**Problem description**
Each record is to be written out exactly as it appears.

====== Data for this exercise ======

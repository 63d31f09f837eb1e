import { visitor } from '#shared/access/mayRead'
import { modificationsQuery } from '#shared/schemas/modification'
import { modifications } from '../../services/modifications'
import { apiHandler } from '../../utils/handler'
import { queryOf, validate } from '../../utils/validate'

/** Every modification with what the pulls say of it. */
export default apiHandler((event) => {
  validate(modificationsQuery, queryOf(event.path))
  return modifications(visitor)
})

======

**Finished task**
repository 63d31f09f837eb1e
import { visitor } from '#shared/access/mayRead'
import { modificationsQuery } from '#shared/schemas/modification'
import { modifications } from '../../services/modifications'
import { apiHandler } from '../../utils/handler'
import { queryOf, validate } from '../../utils/validate'

/** Every modification with what the pulls say of it. */
export default apiHandler((event) => {
  validate(modificationsQuery, queryOf(event.path))
  return modifications(visitor)
})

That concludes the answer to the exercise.